==== Records for the exercise
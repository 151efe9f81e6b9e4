// The assemble phase (one task): every input file's fates merged in row order into the ledger, the
// kept records packed per split into blocks (shuffled where asked), the analyzers run, stage files
// copied in, the manifest written, and the build published in one rename.
import { copyFile, readFile } from "node:fs/promises";
import { join } from "node:path";
import { SiftpackError, describeSystemError } from "../errors.js";
import { createPacker, type Packer } from "../stages/pack.js";
import { outputSettings } from "../stages/output-settings.js";
import { formOf } from "../stages/stage.js";
import { TRAINED_FILE } from "../tokenizer/index.js";
import { readEvents, type UnitEvent } from "../cache/record-events.js";
import { crashPoint } from "../lib/crash-point.js";
import { copiesFor } from "./weights.js";
import { Ledger } from "../output/ledger.js";
import { ShardWriter, type Emit } from "../output/shard-writer.js";
import { prepareStaging, publishStaging } from "../output/output-dir.js";
import { writeManifest, type Manifest } from "../output/manifest.js";
import { writeBuildInfo } from "../output/build-info.js";
import { ANALYZERS, type Analyzer } from "../analysis/analyzer.js";
import type { DocRecord } from "../types.js";
import type { QuarantineEntry } from "../sources/source.js";
import { dropsFile, fixFromRead, unitFixes, recordsBefore, summaryFile, unitsFile, type TaskEnv } from "./unit-io.js";
import type { StageContext } from "../types.js";
import { STAGES } from "../stages/index.js";
import type { TaskDone } from "./workdir.js";

type Fate = { i: number; bad?: QuarantineEntry; drop?: { r: DocRecord; reason: string; detail?: Record<string, unknown> } };

export async function assemblePhase(env: TaskEnv): Promise<Manifest> {
  const { p, plan } = env;
  const { config } = p;
  const startedAt = new Date();
  const work = plan.workDir;
  const allDone = [...env.done.values()].flat();
  const readDone = env.done.get("read")!;
  const facts = new Map<number, TaskDone["units"][string]>();
  for (const d of readDone) for (const [u, f] of Object.entries(d.units)) facts.set(Number(u), f);
  // One entry per input file (a file read in parts is hashed whole by its first part).
  const inputs: Manifest["inputs"] = env.units.filter((u) => !u.range || u.range.start === 0).map((u) => ({ source: u.source.name, path: u.path, size: facts.get(u.u)!.size!, xxh64: facts.get(u.u)!.xxh64! }));

  const staging = await prepareStaging(p.outDir);
  const ledger = new Ledger(join(staging, "ledger.jsonl.gz"), join(staging, "quarantine.jsonl"));
  const out = outputSettings(config.stages, p.baseDir);
  const packOpts = out.pack;
  const { tokenDtype, segmentDtype } = out;

  // Stage files in phase order, then the counters of every task.
  const stageFiles: string[] = [];
  let trainedPath: string | undefined;
  for (const ph of plan.phases) {
    for (const d of env.done.get(ph.name) ?? []) {
      for (const f of d.files) {
        // A stage used twice writes its file twice: the later ones get -2, -3 … before the extension.
        let name = f;
        for (let n = 2; stageFiles.includes(name); n++) name = f.replace(/(\.[^.]*)?$/, (ext) => `-${n}${ext}`);
        await copyFile(join(work, ph.name, "files", f), join(staging, name));
        stageFiles.push(name);
        if (f === TRAINED_FILE) trainedPath = join(staging, f);
      }
    }
  }
  const stageCounts: Record<string, number> = {};
  const count = (name: string, n = 1) => (stageCounts[name] = (stageCounts[name] ?? 0) + n);
  for (const d of allDone) for (const [k, n] of Object.entries(d.counts)) count(k, n);
  // Stages of form `unit` hand their whole-stream checks to `gather`, with every unit's summary in input order.
  for (const ph of plan.phases) {
    if (ph.does.kind !== "pass") continue;
    for (const [k, e] of ph.does.entries.entries()) {
      const f = formOf(STAGES[e.name], e.options);
      if (f.kind !== "unit") continue;
      const summaries: unknown[] = [];
      for (const unit of env.units) {
        const list = JSON.parse(await readFile(summaryFile(work, ph.name, unit.u), "utf8")) as unknown[];
        if (list[k] !== undefined && list[k] !== null) summaries.push(list[k]);
      }
      await f.gather(summaries, e.options, { seed: config.seed, baseDir: p.baseDir, log: env.log, count, workDir: staging, addOutputFile: (f) => stageFiles.push(f) });
    }
  }

  const weights = new Map(config.sources.map((s) => [s.name, s.weight]));
  const copiesOf = (r: DocRecord) => {
    const w = weights.get(r.source) ?? 1;
    return w === 1 ? 1 : copiesFor(w, `${r.source}\u0000${r.id}`, config.seed);
  };

  const analyzers: { key: string; analyzer: Analyzer }[] = [];
  for (const f of ANALYZERS) {
    const analyzer = await f.create({ config, workDir: staging, baseDir: p.baseDir, workers: env.threads, log: env.log });
    if (analyzer) analyzers.push({ key: f.key, analyzer });
  }
  const writers = new Map<string, { writer: ShardWriter; packer: Packer }>();
  const writerFor = (split: string) => {
    let w = writers.get(split);
    if (!w) {
      const writer = new ShardWriter({ outDir: staging, split, length: packOpts.length, shardBlocks: config.output.shard_blocks, tokenDtype, segmentDtype, emit: packOpts.emit as Emit[] });
      const packer = createPacker(packOpts, out.eosId, (t, s) => writer.addRow(t, s), { seed: config.seed, split });
      w = { writer, packer };
      writers.set(split, w);
    }
    return w;
  };

  const k = env.phase.index;
  // Explicit ids must be unique across a source's files (each file checked its own while reading).
  const multiFile = new Set(config.sources.filter((s) => s.id !== undefined && env.units.filter((u) => u.source.name === s.name).length > 1).map((s) => s.name));
  const seenIds = new Set<string>();
  try {
    for (const unit of env.units) {
      const fates: Fate[] = [];
      const fix = unitFixes(env)[unit.u];
      for await (const e of readEvents(unitsFile(work, "read", unit.u))) {
        if (e.k === "bad") fates.push({ i: e.i + fix.rows, bad: { ...e.entry, line: e.entry.line + fix.lines } });
        else if (e.k === "drop") {
          const d = dropOf(e);
          fixFromRead(env, unit.u, d.r);
          fates.push({ i: d.r.seq, drop: d });
        }
      }
      for (const ph of plan.phases.slice(1, k)) {
        if (ph.does.kind !== "pass" && ph.does.kind !== "whole") continue;
        for await (const e of readEvents(dropsFile(work, ph.name, unit.u))) if (e.k === "drop") fates.push({ i: e.i, drop: dropOf(e) });
      }
      // Drops made while reading (decisions applied now), in row order as the records come.
      const late: Fate[] = [];
      const ctx: StageContext = { seed: config.seed, log: env.log, workDir: staging, addOutputFile: () => {}, count, drop: (r, reason, detail) => late.push({ i: r.seq, drop: { r, reason, detail } }) };
      const records = recordsBefore(env, k, unit.u, ctx);
      const unitIds: string[] = [];
      const emit = async (f: Fate | { i: number; rec: DocRecord }) => {
        if ("rec" in f || f.drop) {
          const r = "rec" in f ? f.rec : f.drop!.r;
          if (multiFile.has(r.source)) {
            if (seenIds.has(`${r.source}\u0000${r.id}`)) {
              await ledger.quarantined({ source: r.source, file: r.origin.file, line: r.origin.line, error: `duplicate id "${r.id}" (also in an earlier file of the source)` });
              return;
            }
            unitIds.push(`${r.source}\u0000${r.id}`);
          }
          if ("rec" in f) await keep(f.rec);
          else ledger.dropped(r, f.drop!.reason, f.drop!.detail);
        } else await ledger.quarantined(f.bad!);
        await ledger.flush();
      };
      const keep = async (r: DocRecord) => {
        const split = r.split ?? "train";
        // Repetition serves the training mixture only; held-out text is seen once.
        const n = split === "train" ? copiesOf(r) : 1;
        crashPoint("records");
        ledger.kept(r, n !== 1 ? { copies: n } : {});
        const { writer, packer } = writerFor(split);
        for (let c = 0; c < n; c++) packer.add(r.tokens!);
        for (const a of analyzers) await a.analyzer.add(r);
        if (writer.pending > 0) await writer.writePending();
      };
      fates.sort((a, b) => a.i - b.i);
      let at = 0;
      for await (const r of records) {
        while (at < fates.length && fates[at].i < r.seq) await emit(fates[at++]);
        while (late.length > 0 && late[0].i < r.seq) await emit(late.shift()!);
        await emit({ i: r.seq, rec: r });
      }
      const rest = [...fates.slice(at), ...late].sort((a, b) => a.i - b.i);
      for (const f of rest) await emit(f);
      for (const id of unitIds) seenIds.add(id);
    }
    for (const { writer, packer } of writers.values()) {
      packer.finish();
      await writer.finish();
      Object.assign(writer.stats, packer.stats);
    }
    await ledger.close();
  } catch (err) {
    for (const a of analyzers) await a.analyzer.close?.().catch(() => {});
    if (err instanceof SiftpackError) throw err;
    const code = (err as NodeJS.ErrnoException)?.code;
    if (typeof code === "string" && /^E[A-Z]+$/.test(code)) throw new SiftpackError("SP_OUTPUT", `writing ${staging} failed: ${describeSystemError(err)}`, { cause: err });
    throw err;
  }

  const c = ledger.counts;
  if (c.read > 0 && c.quarantined / c.read > config.max_bad_fraction) {
    for (const a of analyzers) await a.analyzer.close?.().catch(() => {});
    throw new SiftpackError(
      "SP_BAD_FRACTION",
      `${c.quarantined} of ${c.read} input records (${((100 * c.quarantined) / c.read).toFixed(1)} %) were quarantined, more than max_bad_fraction ${config.max_bad_fraction}; see ${join(staging, "quarantine.jsonl")}`,
    );
  }
  const analysis: Record<string, unknown> = { stage_counts: Object.fromEntries(Object.entries(stageCounts).sort(([a], [b]) => (a < b ? -1 : 1))) };
  for (const a of analyzers) analysis[a.key] = await a.analyzer.finish();

  const splitOrder = ["train", "val", "test"];
  const splits = [...writers.keys()].sort((a, b) => splitOrder.indexOf(a) - splitOrder.indexOf(b));
  const encoder = out.encoder(trainedPath ? await readFile(trainedPath, "utf8") : undefined);
  const manifest = await writeManifest(staging, {
    pipeline: p,
    inputs,
    encoder,
    bos: out.bos,
    eos: out.eos,
    length: packOpts.length,
    strategy: packOpts.strategy,
    tokenDtype,
    segmentDtype,
    splits: Object.fromEntries(splits.map((s) => [s, writers.get(s)!.writer.stats])),
    counts: c,
    files: splits.flatMap((s) => writers.get(s)!.writer.files),
    extraFiles: stageFiles,
    analysis,
  });
  await writeBuildInfo(staging, p, startedAt);
  await publishStaging(staging, p.outDir);
  env.log.info({ outDir: p.outDir, records: c.read, kept: c.kept }, "build complete");
  return manifest;
}

function dropOf(e: Extract<UnitEvent, { k: "drop" }>): { r: DocRecord; reason: string; detail?: Record<string, unknown> } {
  return { r: { id: e.id, source: e.source, text: "", meta: {}, origin: { file: e.file, line: e.line }, seq: e.i }, reason: e.reason, detail: e.detail };
}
========
* [Problem description] Look above for the line with "else await ledger.quarantined(f.bad!);" and the line with "let at = 0;". Retype those two lines and every line between them exactly, adding nothing.

* [Solution for this task]
        } else await ledger.quarantined(f.bad!);
        await ledger.flush();
      };
      const keep = async (r: DocRecord) => {
        const split = r.split ?? "train";
        // Repetition serves the training mixture only; held-out text is seen once.
        const n = split === "train" ? copiesOf(r) : 1;
        crashPoint("records");
        ledger.kept(r, n !== 1 ? { copies: n } : {});
        const { writer, packer } = writerFor(split);
        for (let c = 0; c < n; c++) packer.add(r.tokens!);
        for (const a of analyzers) await a.analyzer.add(r);
        if (writer.pending > 0) await writer.writePending();
      };
      fates.sort((a, b) => a.i - b.i);
      let at = 0;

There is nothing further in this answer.